In this poisoned atmosphere, more manifest and physical conflicts were only to be expected. Sure enough, in early April there was a violent incident as Swedish teenagers started a street fight with immigrant youths in central Strömsnäsbruk. What started out as a minor clash rapidly developed into an all-out fight. It culminated with assault charges and police action with patrol cars from the neighbouring towns Ljungby and Kristianstad called to the scene. The fight had apparently erupted as two teenage immigrants were pushed off their bicycles by Swedish attackers. The single most violent act of the incident took place as a Swedish 18-year old rioter beat an antagonist over his chest with an iron bar ("Svenskar och invandrare…," 2002). Even though it is of course hard to prove conclusively, it certainly seems as though it was the general climate of suspicion that finally resulted in this outburst of violence.

Concluding Remarks

It is easy to see how local media reports like those in Markaryd can be taken out of their context and used by adherents of stricter immigration policies. They can be used to feed xenophobic sentiments and to legitimise populist policies aimed at further marginalising and squeezing out refugees. The media have a huge responsibility to shoulder here.
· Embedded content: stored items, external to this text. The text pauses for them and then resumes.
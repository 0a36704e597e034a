// Text that is written fast and piece by piece: numbers in full precision, names of ions and bits, angles.
#pragma once

#include <fmt/compile.h>
#include <fmt/format.h>

#include <bit>
#include <cstring>
#include <ostream>
#include <stdexcept>
#include <string>
#include <string_view>
#include <utility>
#include <vector>

#include "circuit/circuit.h"

namespace isinglass {

/// A name of at most 23 characters, copied without asking how long it is.
struct ShortText {
  char text[23] = {};
  std::uint8_t size = 0;

  ShortText() = default;
  /// Throws std::length_error where the name is longer.
  explicit ShortText(std::string_view name) : size(static_cast<std::uint8_t>(name.size())) {
    if (name.size() > sizeof text) throw std::length_error("a name too long to be short");
    name.copy(text, name.size());
  }
};

/// Collects text and hands it on in large pieces.
class TextWriter {
 public:
  /// Without a stream everything is kept for take().
  explicit TextWriter(std::ostream* out) : out_(out), known_(cache_size) {}
  ~TextWriter() { flush(); }
  TextWriter(const TextWriter&) = delete;
  TextWriter& operator=(const TextWriter&) = delete;

  /// Literals: their size is known, so that copying is a few moves.
  template <std::size_t Size>
  void add(const char (&text)[Size]) {
    std::memcpy(room(Size - 1), text, Size - 1);
    used_ += Size - 1;
  }
  void add(std::string_view text) {
    std::memcpy(room(text.size()), text.data(), text.size());
    used_ += text.size();
  }
  void add(const ShortText& name) {
    std::memcpy(room(sizeof name.text), name.text, sizeof name.text);
    used_ += name.size;
  }
  void add(std::uint64_t number) {
    char* const at = room(most_digits);
    used_ += static_cast<std::size_t>(fmt::format_to(at, FMT_COMPILE("{}"), number) - at);
  }
  /// The shortest text that reads back to the same number. Programs repeat their angles: texts are
  /// remembered.
  void add(double number) {
    const auto bits = std::bit_cast<std::uint64_t>(number);
    Known& known = known_[(bits * 0x9e3779b97f4a7c15u) >> (64 - cache_bits)];
    char* const at = room(sizeof known.text);
    if (known.bits == bits && known.size > 0) {
      std::memcpy(at, known.text, sizeof known.text);
    } else {
      known.bits = bits;
      known.size = static_cast<std::uint8_t>(fmt::format_to(at, FMT_COMPILE("{}"), number) - at);
      std::memcpy(known.text, at, sizeof known.text);
    }
    used_ += known.size;
  }

  template <class... Parts>
  void add(const Parts&... parts) requires(sizeof...(Parts) > 1) {
    (add(parts), ...);
  }
  void flush() {
    if (out_ == nullptr) return;
    out_->write(buffer_.data(), static_cast<std::streamsize>(used_));
    used_ = 0;
  }
  /// What was kept; nothing where a stream has it.
  std::string take() {
    if (out_ != nullptr) return {};
    buffer_.resize(std::exchange(used_, 0));
    return std::move(buffer_);
  }

 private:
  static constexpr std::size_t piece = std::size_t{1} << 16;
  static constexpr std::size_t most_digits = 20;  // of 64 bits
  static constexpr int cache_bits = 10;
  static constexpr std::size_t cache_size = std::size_t{1} << cache_bits;
  struct Known {
    std::uint64_t bits = 0;
    std::uint8_t size = 0;
    char text[31];  // the longest double has 24 characters
  };

  /// Where the next `size` bytes go.
  char* room(std::size_t size) {
    if (used_ + size > buffer_.size()) [[unlikely]]
      grow(size);
    return buffer_.data() + used_;
  }
  void grow(std::size_t size);  // apart, so that room() stays small enough to be everywhere

  std::ostream* out_;
  std::string buffer_;  // longer than the text in it
  std::size_t used_ = 0;
  std::vector<Known> known_;
};

/// The angle as an OpenQASM expression: a number, or constant and inputs with their factors.
std::string angle_text(Angle angle, const Circuit& circuit);

/// Names of all flat bits, "c[0]" or "c", in their order.
std::vector<std::string> bit_names(const Circuit& circuit);

/// One line of OpenQASM for a classical statement, without its end of line.
std::string statement_text(const ClassicalStatement& statement, const Circuit& circuit);

/// What stands before the first arm of a branch: "if (c[0] == 1)", "for uint i in [0:3]", "switch (n)".
std::string branch_text(const Branch& branch, const Circuit& circuit);

/// What stands before arm `arm` of an if or switch after the first: "else", "case 1, 2", "default"; of the
/// first arm of an if and of loops: empty.
std::string arm_text(const Branch& branch, std::size_t arm, const Circuit& circuit);

}  // namespace isinglass
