// The native program; see native.h.
#include "output/native.h"

#include <stdexcept>

#include "output/annotations.h"
#include "output/text.h"

namespace isinglass {

namespace {

// exp(-i theta/2 (cos phi X + sin phi Y)) = rz(phi) rx(theta) rz(-phi), and the interaction is exp(-i theta/2
// ZZ) turned onto the two axes; both exact, global phase included.
constexpr std::string_view definitions = R"(
gate r(theta, phi) a {
  rz(-phi) a;
  rx(theta) a;
  rz(phi) a;
}
gate xx(theta, phi_a, phi_b) a, b {
  rz(-phi_a) a;
  rz(-phi_b) b;
  h a;
  h b;
  cx a, b;
  rz(theta) b;
  cx a, b;
  h a;
  h b;
  rz(phi_a) a;
  rz(phi_b) b;
}

)";

/// Names in comments and strings stay on their line.
std::string one_line(std::string text) {
  for (char& byte : text) {
    if (static_cast<unsigned char>(byte) < 0x20) byte = ' ';
  }
  return text;
}

class NativeWriter {
 public:
  /// Without a stream the text is kept.
  NativeWriter(std::ostream* out, const Circuit& circuit, std::span<const std::uint32_t> start)
      : out_(out), circuit_(circuit), start_(start), bits_(bit_names(circuit)) {
    for (std::uint32_t i = 0; i < circuit_.wires; ++i) ions_.emplace_back(fmt::format("ion[{}]", i));
  }

  std::string write(const NativeHeading& heading) {
    out_.add("OPENQASM ", uses_switch() ? "3.1" : "3.0", ";\n");
    out_.add("// ", one_line(heading.source), " compiled for ", one_line(heading.target), " by isinglass ",
             ISINGLASS_VERSION, ".\n");
    out_.add(
        "// Angles in radians. r(theta, phi) = exp(-i theta/2 (cos phi X + sin phi Y)), 0 < theta <= pi;\n");
    out_.add(
        "// xx(theta, phi_a, phi_b) = exp(-i theta/2 (cos phi_a X + sin phi_a Y) (x) (cos phi_b X + sin "
        "phi_b "
        "Y)), 0 < theta <= pi/2;\n");
    out_.add("// rz is a change of frame: no pulse, no time, no error.\n");
    out_.add("include \"stdgates.inc\";\n", definitions);
    notes_ = places_of(heading.annotations, circuit_);
    placement();
    for (const std::string& pragma : circuit_.pragmas) {
      // A source that is itself a native program says where its own qubits were: not ours.
      if (!pragma.starts_with("isinglass ")) out_.add("pragma ", pragma, "\n");
    }
    declarations();
    block(0, "");
    return out_.take();
  }

 private:
  void notes_before(const std::string& source_name) {
    const auto found = notes_.before_declaration.find(source_name);
    if (found == notes_.before_declaration.end()) return;
    for (const std::string& note : found->second) out_.add(one_line(note), "\n");
  }

  void notes_before(const Operation& op, const std::string& indent) {
    const auto found = notes_.before.find(&op);
    if (found == notes_.before.end()) return;
    for (const std::string& note : found->second) out_.add(indent, one_line(note), "\n");
  }

  bool uses_switch() const {
    for (const Branch& branch : circuit_.branches) {
      if (branch.kind == Branch::Kind::switch_case) return true;
    }
    return false;
  }

  void placement() {
    for (std::uint32_t q = 0; q < start_.size(); ++q) {
      out_.add("pragma isinglass start ", circuit_.wire_name(q), " ", ions_[start_[q]], "\n");
    }
    for (std::uint32_t q = 0; q < circuit_.end_wire.size(); ++q) {
      out_.add("pragma isinglass end ", circuit_.wire_name(q), " ", ions_[circuit_.end_wire[q]], "\n");
    }
    for (const Input& input : circuit_.inputs) {
      if (input.source.empty() || input.source == input.name) continue;
      out_.add("pragma isinglass name ", input.source, " ", input.name, "\n");
    }
    for (const Variable& variable : circuit_.variables) {
      if (variable.source.empty() || variable.source == variable.name) continue;
      out_.add("pragma isinglass name ", variable.source, " ", variable.name, "\n");
    }
  }

  void declarations() {
    out_.add("\n");
    for (const std::string& declaration : circuit_.externs) out_.add(declaration, "\n");
    for (const Input& input : circuit_.inputs) {
      if (input.is_derived) continue;
      notes_before(input.source.empty() ? input.name : input.source);
      out_.add("input ", input.type, " ", input.name, ";\n");
    }
    std::vector<bool> counts_rounds(circuit_.variables.size(), false);  // declared by its loop
    for (const Branch& branch : circuit_.branches) {
      if (branch.kind == Branch::Kind::for_loop) counts_rounds[branch.variable] = true;
    }
    for (std::size_t i = 0; i < circuit_.variables.size(); ++i) {
      const Variable& variable = circuit_.variables[i];
      if (counts_rounds[i]) continue;
      notes_before(variable.source.empty() ? variable.name : variable.source);
      out_.add(variable.is_output ? "output " : "", variable.type, " ", variable.name, ";\n");
    }
    out_.add("qubit[", std::uint64_t{circuit_.wires}, "] ion;\n\n");
  }

  void angle(const Operation& op, int which) {
    if (op.form[which] == 0) {
      out_.add(op.value[which]);
    } else {
      out_.add(angle_text(op.angle(which), circuit_));
    }
  }

  void block(std::uint32_t index, const std::string& indent) {
    for (const Operation& op : circuit_.blocks[index]) operation(op, indent);
  }

  void operation(const Operation& op, const std::string& indent) {
    if (!notes_.before.empty()) notes_before(op, indent);
    out_.add(indent);
    if (op.is_unitary() && !op.is_native()) {
      throw std::logic_error(fmt::format("{} is no operation of the machine", name(op.kind)));
    }
    switch (op.kind) {
      case Kind::r:
        out_.add("r(");
        angle(op, 0);
        out_.add(", ");
        angle(op, 1);
        out_.add(") ", ions_[op.operand[0]], ";\n");
        break;
      case Kind::xx:
        out_.add("xx(");
        angle(op, 0);
        out_.add(", ");
        angle(op, 1);
        out_.add(", ");
        angle(op, 2);
        out_.add(") ", ions_[op.operand[0]], ", ", ions_[op.operand[1]], ";\n");
        break;
      case Kind::rz:
        out_.add("rz(");
        angle(op, 0);
        out_.add(") ", ions_[op.operand[0]], ";\n");
        break;
      case Kind::measure:
        if (op.payload != no_bit) out_.add(bits_[op.payload], " = ");
        out_.add("measure ", ions_[op.operand[0]], ";\n");
        break;
      case Kind::reset:
        out_.add("reset ", ions_[op.operand[0]], ";\n");
        break;
      case Kind::barrier:
      case Kind::delay:
        if (op.kind == Kind::barrier) {
          out_.add("barrier");
        } else {
          out_.add("delay[", op.value[0], "us]");
        }
        operands(op);
        break;
      case Kind::classical:
        out_.add(statement_text(circuit_.statements[op.payload], circuit_), "\n");
        break;
      case Kind::branch:
        branch(circuit_.branches[op.payload], indent);
        break;
      default:
        break;
    }
  }

  void operands(const Operation& op) {
    std::string_view separator = " ";
    for (const std::uint32_t ion : circuit_.operands(op)) {
      out_.add(separator, ions_[ion]);
      separator = ", ";
    }
    out_.add(";\n");
  }

  void branch(const Branch& b, const std::string& indent) {
    out_.add(branch_text(b, circuit_), " {\n");
    if (b.kind == Branch::Kind::switch_case) {
      for (std::size_t i = 0; i < b.arms.size(); ++i) {
        out_.add(indent, "  ", arm_text(b, i, circuit_), " {\n");
        block(b.arms[i].block, indent + "    ");
        out_.add(indent, "  }\n");
      }
    } else {
      for (std::size_t i = 0; i < b.arms.size(); ++i) {
        if (i > 0) out_.add(indent, "} ", arm_text(b, i, circuit_), " {\n");
        block(b.arms[i].block, indent + "  ");
      }
    }
    out_.add(indent, "}\n");
  }

  TextWriter out_;
  const Circuit& circuit_;
  std::span<const std::uint32_t> start_;
  std::vector<ShortText> ions_;
  std::vector<std::string> bits_;
  AnnotationPlaces notes_;
};

}  // namespace

void write_native(std::ostream& out, const Placed& placed, const NativeHeading& heading) {
  write_native(out, placed.circuit, placed.start, heading);
}

std::string native_program(const Placed& placed, const NativeHeading& heading) {
  return native_program(placed.circuit, placed.start, heading);
}

void write_native(std::ostream& out, const Circuit& circuit, std::span<const std::uint32_t> start,
                  const NativeHeading& heading) {
  NativeWriter(&out, circuit, start).write(heading);
}

std::string native_program(const Circuit& circuit, std::span<const std::uint32_t> start,
                           const NativeHeading& heading) {
  return NativeWriter(nullptr, circuit, start).write(heading);
}

}  // namespace isinglass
Unless they do so, they can easily turn into peddlers of stereotypes and unsavoury enemy images that can never be falsified. When confronted with a barrage of negative reporting about incidents and crimes purportedly committed by asylum seekers, readers, who were convinced from the outset that the foreigners ought to go home, were prone to become even more entrenched in their views, and those who were ambivalent on the matter were likely to start to wonder (cf. Entman and Rojecki, 2000: 57). Maybe the overall lesson from the two empirical cases recounted above is that Markaryd and Moscow are really not a world apart. The difference in the general distrust on the part of the majority populations toward marginalised Others might, in fact, only be a matter of degree. The street brawl in Strömsnäsbruk and the full-scale riot in Tsarytsino have at least two things in common. They both testify to the importance of studying the national-local nexus in the age of globalisation. In addition, they both indicate how scapegoating phenomena may contribute to the ever-increasing vicious circle of suspicion and violence.


An earlier version of this article has been published in Bo Petersson and Eric Clark, eds., Identity Dynamics and the Construction of Boundaries, Lund: Nordic Academic Press, 2003. The permission to reuse the text is hereby gratefully acknowledged.